17. The method of claim 16, comprising:
detecting, by the one or more processors, elements of the first content generated by the application responsive to a request associated with the account;
generating, by the one or more processors, a second content comprising the arrangement of elements of the first content based at least on a setting for the arrangement of elements associated with the characteristic; and
displaying, by the one or more processors on the graphical user interface, the second content responsive to the request.

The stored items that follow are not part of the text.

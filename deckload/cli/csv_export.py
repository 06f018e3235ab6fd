"""``deckload csv PROFILE DIR``: write every table of a profile as CSV, as the booklet has it.

For side-by-side comparison with the approved stability booklet: each table is written
in the conventions the profile states for it (datum and sign of x, "P"/"S" marks or
signed TCGs, sounding or ullage readings, FSM in t·m or fsi in m⁴, extreme or moulded
drafts, against displacement or draft), with the column names of
vessel_profiles/README.md ("Tables in CSV files"), so that reading the files back gives
the same numbers.  A row that the loader added (level 0, volume 0 below a table that
starts above the bottom) is not written, nor the 0° column added to cross curves printed from
5° or 10°; tables typed deepest draft or greatest displacement first are written that way; the
booklet columns read and not used (``cb``, ``mass_t``, …) are written back as they were read.  Files are written atomically; a table without
rows in the profile (a capacity-only tank, a single downflooding angle) is named on
the screen instead.

A file the profile reads (its own CSV tables, when the folder given is theirs) or a file of the
voyage log is never written over: the command refuses before it writes any file, naming the
file (:mod:`deckload.io.outputs`).

Exit status: 0 written; 1 the profile has problems, or a file to write is one the profile reads
or the log keeps; 2 a file could not be read or written.
"""

from __future__ import annotations

import sys
from pathlib import Path

import numpy as np

from deckload.io.conventions import Frame, side_text
from deckload.core import model as m
from deckload.core.audit import trim_table_name
from deckload.core.tables import interp
from deckload.io.csvtables import write_csv
from deckload.io.profiles import ProfileError, Reading, TableReading, read_profile

CAUTION = ("Compare these tables with the approved stability booklet before relying on the profile: deckload "
           "supports, and never replaces, the booklet, the master's judgement and flag-State and class rules.")


def _draft_of(v: m.Vessel, disp: np.ndarray, frame: Frame) -> list[float]:
    """Displacements back to the drafts they were read from (inverse of the linear look-up), in the table's basis."""
    h = v.hydrostatics
    moulded = np.array([interp(h.displacement_t, h.draft_m, float(d), "displacement", "t") for d in disp])
    return [float(x) for x in frame.draft_from_moulded(moulded)]


def hydrostatics_rows(v: m.Vessel, tr: TableReading, h: m.HydrostaticTable | None = None) -> tuple[list[str], list[list]]:
    h, f = (v.hydrostatics if h is None else h), tr.frame
    cols = {"draft_m": f.draft_from_moulded(h.draft_m), "displacement_t": h.displacement_t,
            "lcb_m": f.x_from_ap(h.lcb_m), "lcf_m": f.x_from_ap(h.lcf_m), "kmt_m": h.kmt_m,
            "tpc_t_cm": h.tpc_t_cm, "mctc_tm_cm": h.mctc_tm_cm}
    if h.vcb_m is not None:
        cols["vcb_m"] = h.vcb_m
    if h.kml_m is not None:
        cols["kml_m"] = h.kml_m
    order = range(len(h.draft_m))
    return list(cols), [[float(cols[k][i]) for k in cols] for i in (reversed(order) if tr.reversed else order)]


def cross_curve_rows(v: m.Vessel, cc: m.CrossCurves | None = None,
                     tr: TableReading | None = None) -> tuple[list[str], list[list]]:
    from deckload.io.csvtables import fmt_number

    cc = v.cross_curves if cc is None else cc
    first = 1 if tr is not None and tr.added_upright else 0  # the 0° column the reader added
    header = ["displacement_t"] + [f"kn_{fmt_number(float(a))}" for a in cc.heel_deg[first:]]
    rows = [[float(d)] + [float(x) for x in row[first:]] for d, row in zip(cc.displacement_t, cc.kn_m)]
    return header, (rows[::-1] if tr is not None and tr.reversed else rows)


def calibration_rows(t: m.Tank, tr: TableReading) -> tuple[list[str], list[list]]:
    c, f = t.calibration, tr.frame
    level = np.asarray(c.sounding_m)
    if tr.level == "ullage_m":
        reading = t.ullage_reference_m - level
    else:
        reading = level - t.sounding_zero_m
    cols: dict[str, list] = {
        tr.level: [float(x) for x in reading],
        "volume_m3": [float(x) for x in c.volume_m3],
        "lcg_m": [float(x) for x in f.x_from_ap(c.lcg_m)],
        "vcg_m": [float(x) for x in c.vcg_m],
        "tcg_m": [side_text(float(y), f, tr.tcg_marked) for y in c.tcg_m],
    }
    if tr.fsm == "fsm_tm":
        cols["fsm_tm"] = [float(x) * tr.fsm_density_t_m3 for x in c.fsi_m4]
    elif tr.fsm == "fsi_m4":
        cols["fsi_m4"] = [float(x) for x in c.fsi_m4]
    n = len(level)
    order = list(range(1 if tr.added_bottom_row else 0, n))
    if tr.reversed:
        order.reverse()
    return list(cols), [[cols[k][i] for k in cols] for i in order]


def curve_rows(v: m.Vessel, curve: m.LimitCurve, tr: TableReading, value_key: str) -> tuple[list[str], list[list]]:
    if tr.against == "draft_m":
        x = _draft_of(v, curve.displacement_t, tr.frame)
    else:
        x = [float(d) for d in curve.displacement_t]
    return [tr.against, value_key], [[a, float(b)] for a, b in zip(x, curve.value)]


def hold_rows(h: m.Hold, tr: TableReading) -> tuple[list[str], list[list]]:
    cols = {"fill_pct": [float(x) for x in h.fill_pct], "fill_vcg_m": [float(x) for x in h.fill_vcg_m]}
    if h.fill_lcg_m is not None:
        cols["fill_lcg_m"] = [float(x) for x in tr.frame.x_from_ap(h.fill_lcg_m)]
    return list(cols), [[cols[k][i] for k in cols] for i in range(len(h.fill_pct))]


def in_order(table: tuple[list[str], list[list]], tr: TableReading | None) -> tuple[list[str], list[list]]:
    """The columns in the order of the CSV file the table was read from, where it was, with the
    booklet columns read and not used put back as they were read (rows in the written order)."""
    header, rows = table
    if tr is not None:
        for name, values in tr.ignored:
            if len(values) == len(rows) and name not in header:
                header = header + [name]
                rows = [r + [x] for r, x in zip(rows, values)]
    if tr is None or not tr.columns or sorted(tr.columns) != sorted(header):
        return header, rows
    idx = [header.index(c) for c in tr.columns]
    return list(tr.columns), [[r[i] for i in idx] for r in rows]


def profile_tables(v: m.Vessel, rd: Reading) -> list[tuple[str, str, str, list[str], list[list]]]:
    """(file name, what, key of its reading, header, rows) for every table of the profile that has rows."""
    out = []
    hy = rd.tables.get("hydrostatics")
    if hy is not None:
        out.append(("hydrostatics.csv", "[hydrostatics]", "hydrostatics", *hydrostatics_rows(v, hy)))
    out.append(("cross_curves.csv", "[cross_curves]", "cross_curves",
                *cross_curve_rows(v, tr=rd.tables.get("cross_curves"))))
    out += trimmed_tables(v, rd)
    for t in v.tanks:
        tr = rd.tables.get(f"tank[{t.id}].calibration")
        if t.level_known and tr is not None:
            key = f"tank[{t.id}].calibration"
            out.append((f"tank_{t.id}.csv", key, key, *calibration_rows(t, tr)))
        if t.trim_correction is not None:
            key = f"tank[{t.id}].trim_correction"
            out.append((f"tank_{t.id}_trim.csv", key, key, *trim_correction_rows(t, rd.tables.get(key))))
    if v.limit_curve is not None and "limit_curve" in rd.tables:
        out.append(("limit_curve.csv", "[limit_curve]", "limit_curve",
                    *curve_rows(v, v.limit_curve, rd.tables["limit_curve"], v.limit_curve.kind)))
    df = rd.tables.get("downflooding")
    if v.downflooding is not None and df is not None and df.against != "single":
        out.append(("downflooding.csv", "[downflooding]", "downflooding", *curve_rows(v, v.downflooding, df, "angle_deg")))
    for h in v.holds:
        tr = rd.tables.get(f"hold[{h.id}]")
        if h.fill_pct is not None and tr is not None:
            out.append((f"hold_{h.id}_fill.csv", f"hold[{h.id}] fill table", f"hold[{h.id}]", *hold_rows(h, tr)))
    return out


def trimmed_tables(v: m.Vessel, rd: Reading) -> list[tuple[str, str, str, list[str], list[list]]]:
    """The tables at trims other than 0 (``[[hydrostatics_at_trim]]``, ``[[cross_curves_at_trim]]``)."""
    tt = v.trimmed
    if tt is None:
        return []
    out = []

    def as_typed(trim, key) -> float:
        """The trim in the sign the table was typed in (its trim_positive)."""
        tr = rd.tables.get(key)
        return float(tr.frame.trim_from_stern(float(trim))) if tr is not None else float(trim)

    for trim, h in zip(tt.hydro_trim_m, tt.hydrostatics):
        key = trim_table_name("hydrostatics_at_trim", trim)
        if h is not v.hydrostatics and key in rd.tables:
            typed = as_typed(trim, key)
            out.append((f"hydrostatics_trim_{typed:+g}.csv", f"[[{key.split('[')[0]}]] trim_m = {typed:g}",
                        key, *hydrostatics_rows(v, rd.tables[key], h)))
    for trim, cc in zip(tt.kn_trim_m, tt.cross_curves):
        key = trim_table_name("cross_curves_at_trim", trim)
        if cc is not v.cross_curves:
            typed = as_typed(trim, key)
            out.append((f"kn_trim_{typed:+g}.csv", f"[[cross_curves_at_trim]] trim_m = {typed:g}", key,
                        *cross_curve_rows(v, cc, rd.tables.get(key))))
    return out


def trim_correction_rows(t: m.Tank, tr: TableReading | None = None) -> tuple[list[str], list[list]]:
    """``[tank.trim_correction]``: sounding_m and one corr_<trim> / volume_<trim> column per trim,
    the trims in the sign the table was typed in (its trim_positive), rising as typed."""
    from deckload.io.csvtables import fmt_number

    tc = t.trim_correction
    prefix = "corr" if tc.kind == "sounding_correction_m" else "volume"
    sign = tr.frame.trim_sign if tr is not None else 1.0
    order = range(len(tc.trim_m)) if sign > 0 else range(len(tc.trim_m) - 1, -1, -1)
    header = ["sounding_m"] + [f"{prefix}_{fmt_number(sign * float(tc.trim_m[j]))}" for j in order]
    return header, [[float(s)] + [float(row[j]) for j in order] for s, row in zip(tc.sounding_m, tc.value)]


def describe(tr: TableReading | None, key: str = "") -> str:
    if tr is None:
        return ""
    f = tr.frame
    bits = []
    if not f.x_is_identity and tr.against == "displacement_t" and key not in ("limit_curve", "downflooding"):
        bits.append(f"x from {f.datum}, + {f.positive}")
    if tr.tcg_marked:
        bits.append("TCG marked P/S")
    elif not f.y_is_identity:
        bits.append(f"TCG {'on the ' + f.tcg_side + ' side' if f.tcg_side else '+ port'}")
    if tr.level == "ullage_m":
        bits.append("by ullage")
    if tr.fsm == "fsm_tm":
        bits.append(f"FSM t·m at {tr.fsm_density_t_m3:g} t/m³")
    if f.draft_basis == "extreme":
        bits.append("extreme drafts")
    if tr.against == "draft_m":
        bits.append("against draft")
    if tr.reversed and tr.level != "ullage_m":
        bits.append("rows greatest first, as typed")
    if tr.added_upright:
        bits.append("without the 0° column added on reading")
    if tr.ignored:
        bits.append("with " + ", ".join(name for name, _ in tr.ignored) + " as read")
    if not f.trim_is_identity and ("_at_trim[" in key or key.endswith(".trim_correction")):
        bits.append("trims + by the head")
    return f" ({', '.join(bits)})" if bits else ""


def _refused(profile_path: Path, targets: list[Path]) -> str | None:
    """Why the files would not be written, or None: one of them is a file the profile reads
    (its own CSV tables, typed from the booklet, would come back rewritten: "1.60" as "1.6",
    121.7123456789 as 121.7123457) or a file of the voyage log (:mod:`deckload.io.outputs`).
    Checked for every file before any is written; new files beside the profile's are fine."""
    from deckload.io.outputs import OutputRefused, profile_inputs, refuse_overwrites

    try:
        refuse_overwrites(targets, profile_inputs(profile_path))
    except OutputRefused as e:
        folder = targets[0].parent.name if targets else ""
        return (f"{e}: no table written.  The files the profile reads keep the values as typed from the "
                f"booklet: give another folder (e.g. {folder or 'tables'}-export) to write the tables in")
    return None


def run_csv(profile_path: Path, out_dir: Path) -> int:
    try:
        vessel, rd = read_profile(profile_path)
    except OSError as e:
        print(f"deckload: cannot read {profile_path}: {e.strerror or e}", file=sys.stderr)
        return 2
    except ProfileError as e:
        for p in e.problems:
            print(p)
        print(f"{len(e.problems)} problem{'s' if len(e.problems) != 1 else ''} in {profile_path}: no tables written")
        return 1
    out_dir = Path(out_dir)
    tables = profile_tables(vessel, rd)
    refused = _refused(profile_path, [out_dir / name for name, *_ in tables])
    if refused:
        print(f"deckload csv: {refused}", file=sys.stderr)
        return 1
    try:
        out_dir.mkdir(parents=True, exist_ok=True)
        for name, what, key, header, rows in tables:
            header, rows = in_order((header, rows), rd.tables.get(key))
            write_csv(out_dir / name, header, rows)
            print(f"wrote {out_dir / name}: {what}, {len(rows)} rows{describe(rd.tables.get(key), key)}")
    except BrokenPipeError:
        raise
    except OSError as e:
        print(f"deckload: cannot write in {out_dir}: {e.strerror or e}", file=sys.stderr)
        return 2
    for t in vessel.tanks:
        if not t.level_known:
            print(f"not written: tank[{t.id}] has no table (capacity {t.capacity_m3:g} m³ and centre only)")
    df = rd.tables.get("downflooding")
    if df is not None and df.against == "single":
        print(f"not written: [downflooding] is one angle, {float(vessel.downflooding.value[0]):g}°")
    print(CAUTION)
    return 0
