"""Start-up without the cyclic garbage collector.

A start of the loading screen makes some 90,000 objects the collector tracks, 50,000 of which
live until the program ends: modules, classes, the vessel, the screen.  Python's cyclic collector
runs after every 700 new objects and walks the young ones again and again while they are made:
about 120 collections, 20–40 ms of a 0.4 s start on the test machine (measured 3 December 2026;
``tests/benchmarks/bench_ui.py``).  So :func:`pause` stops the collector from the first line of
``deckload.cli.main.main`` until start-up is over:

* the loading screen resumes it once its first frame is drawn, and collects once then: what
  start-up left (some 600 cycles) goes at a moment no key waits for
  (``create_app(after_first_frame=resume_and_collect)``); what is left lives until the end
  (modules, classes, the vessel, the screen) and is frozen (``gc.freeze``): the collector's
  oldest generation, which one key in about 125 sets off, walked all of it each time (about
  45 ms of that key's CPU on the test machine; 17 ms after, 3 December 2026, ``bench_ui``'s keys);
* ``tables`` and ``log``, which may run long over large inputs, resume it before their work;
* the other commands read one profile and one condition and end before it would matter;
* ``main`` resumes it when it returns, whatever happened (the tests call ``main`` in one process).

Only a pause made here is resumed here: a collector the caller had switched off stays off.
"""

from __future__ import annotations

import gc

_paused = False


def pause() -> None:
    """Stop the cyclic collector for start-up (if it runs)."""
    global _paused
    if gc.isenabled():
        gc.disable()
        _paused = True


def resume() -> None:
    """Start-up is over: the collector runs again, if :func:`pause` stopped it."""
    global _paused
    if _paused:
        _paused = False
        gc.enable()


def resume_and_collect() -> None:
    """:func:`resume`, one collection of what start-up left (the screen, after its first frame), and
    what is left frozen: the collector never walks it again."""
    if _paused:
        resume()
        gc.collect()
        gc.freeze()
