def merge_profile(existing: dict[str, Any] | None, gen: dict[str, Any], vt: VesselTables) -> tuple[dict[str, Any], list[str]]:
    """The refreshed profile: generated sections replaced, everything else kept.  Returns notes."""
    notes: list[str] = []
    old = dict(existing or {})
    new: dict[str, Any] = {}
    new["format"] = old.get("format", PROFILE_FORMAT)
    vessel = dict(old.get("vessel", {})) if isinstance(old.get("vessel"), dict) else {}
    gv = vt.geometry.vessel
    if "name" not in vessel:
        vessel["name"] = gv.name
    for k, v in gen["vessel"].items():
        vessel[k] = v
    vessel.setdefault("design_draft_m", _r(gv.design_draft_m, 4))
    vessel.setdefault("longitudinal_datum", "AP")
    new["vessel"] = vessel
    for key in ("hydrostatics", "cross_curves", "hydrostatics_at_trim", "cross_curves_at_trim", "downflooding",
                "deck_edge", "windage"):
        if key in gen:
            new[key] = gen[key]
    for key in ("hydrostatics_at_trim", "cross_curves_at_trim"):
        if key not in gen and old.get(key):
            notes.append(f"note: the profile's [[{key}]] tables are kept as they were, not recomputed from the "
                         "geometry: give --trims to recompute them")
    for key, label in (("tank", "tank"), ("hold", "hold"), ("deck_area", "deck area")):
        if key not in gen:
            continue
        made = {e["id"] for e in gen[key]}
        kept = [e for e in old.get(key, []) if isinstance(e, dict) and e.get("id") not in made]
        for e in kept:
            notes.append(f"note: {label} {e.get('id')!r} is not in the geometry file: kept as it was")
        new[key] = list(gen[key]) + kept
    _stamp_model_conventions(new, gen, vessel)
    for key, value in old.items():
        if key not in new:
            new[key] = value
    ordered = {k: new[k] for k in TOP_ORDER if k in new}
    ordered.update({k: v for k, v in new.items() if k not in ordered})
    return ordered, notes


def render(doc: dict[str, Any]) -> str:
    return reflow_number_arrays(tomli_w.dumps(doc))


_NUMBER_ITEM = re.compile(r"^\s*(-?[0-9][0-9eE.+\-]*|[+-]?(?:inf|nan)),$")
_WIDTH = 100
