def run_check(profile_path: Path, condition_path: Path | None = None) -> int:
    """Validate the profile (and the condition against it); print the outcome; return the exit status."""
    profile_path = Path(profile_path)
    try:
        profile = load_audited(profile_path)  # from the profile cache when its files are unchanged
        vessel, reading, found = profile.vessel, profile.reading, list(profile.found)
    except OSError as e:
        print(f"deckload: cannot read {profile_path}: {e.strerror or e}", file=sys.stderr)
        return 2
    except ProfileError as e:
        _print_problems(e.problems, profile_path)
        print("plausibility audit and booklet conditions: not run until these problems are put right")
        if condition_path is not None:
            print(f"{condition_path}: not checked: its vessel profile has problems")
        return 1
    sources = {k: tr.csv for k, tr in reading.tables.items() if tr.csv}
    summary = profile_summary(profile_path, vessel, sources, reading.free_surface)
    booklet = None if any(f.is_error for f in found) else _read_booklet(profile_path, vessel)
    if booklet is None or isinstance(booklet, (int, ProfileError)):
        # the schema is met but the numbers contradict each other, or a worked condition it names has
        # a problem printed below: not "OK" above it
        summary[0] = "ERR " + summary[0][4:]
    for line in summary:
        print(line)

    status = _audit(found)
    if status:
        # The screen, calc and report refuse a profile whose audit found a contradiction; a
        # result they could not produce must not come from check either.
        print("booklet conditions: not run until the audit's errors are put right")
        if condition_path is not None:
            print(f"{condition_path}: not computed: its vessel profile has audit errors")
        print(CAUTION)
        return status
    status = max(status, _booklet(profile_path, vessel, booklet))
    if condition_path is not None:
        status = max(status, _check_condition(Path(condition_path), vessel))
    print(CAUTION)
    return status


def _audit(found) -> int:
    """Print the plausibility audit's findings; 1 when it found a contradiction (an error)."""
    errors = sum(1 for f in found if f.is_error)
    for f in found:
        print(f)
    if not found:
        print("    plausibility audit: nothing suspicious found")
    else:
        print(f"plausibility audit: {_plural(errors, 'error')} (contradictions: put right before use), "
              f"{_plural(len(found) - errors, 'warning')} (doubts: compare with the booklet)")
    return 1 if errors else 0


def _cell(x: float, sign: str = "") -> str:
    """A number in the booklet comparison: four decimals, as the booklets print them; beyond
    1e6 (a profile whose audit already failed: a KN of 1e300) six significant digits, so that
    the row stays one line instead of three hundred digits."""
    return f"{x:{sign}.4f}" if abs(x) < 1e6 else f"{x:{sign}.6g}"
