"""The command line: argument parsing (:mod:`deckload.cli.main.main`) and one module per sub-command.

Each sub-command reads its files through :mod:`deckload.io`, computes with :mod:`deckload.core`
and prints; :mod:`deckload.cli.main.boundary` is the one error boundary of every entry point."""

18. The method of claim 16, comprising:
generating, by the one or more processors, responsive to the characteristic, a setting for the arrangement of elements to accommodate the characteristic;
storing, by the one or more processors, the setting into a profile of the account, the profile including one or more settings for one or more characteristics;
detecting, by the one or more processors, based at least on a portion of the first content input into the one or more models, that the portion of the first content corresponds to the characteristic; and
generating, by the one or more processors responsive to the detection, the arrangement of elements using the one or more models, the portion of the first content and the setting.
19. The method of claim 16, comprising:
determining, by the one or more processors, that the first content satisfies a threshold for the characteristic, the threshold corresponding to at least one of: a value of a decay function corresponding to anxiety, a word count, a language, visual impairment, a hearing impairment, a neurocognitive challenge, a level of literacy or a level of proficiency in a field; and
generating, by the one or more processors responsive to the determination, the arrangement of elements that does not satisfy the threshold for the characteristic.
20. A non-transitory computer-readable media having processor readable instructions, such that, when executed, cause at least one processor to:
detect one or more interactions with elements of content generated by one or more applications, the one or more interactions associated with an account;
identify, based at least on the one or more interactions input into one or more models trained with machine learning on a plurality of interactions with a plurality of elements of content indicative of a plurality of characteristics, a characteristic associated with the account;
receive a first content for a payroll service to be displayed using a graphical user interface, the first content generated by an application of the one or more applications associated with the account;
generate, based at least on the first content, an arrangement of elements according to the characteristic; and
display, on the graphical user interface, the arrangement of elements.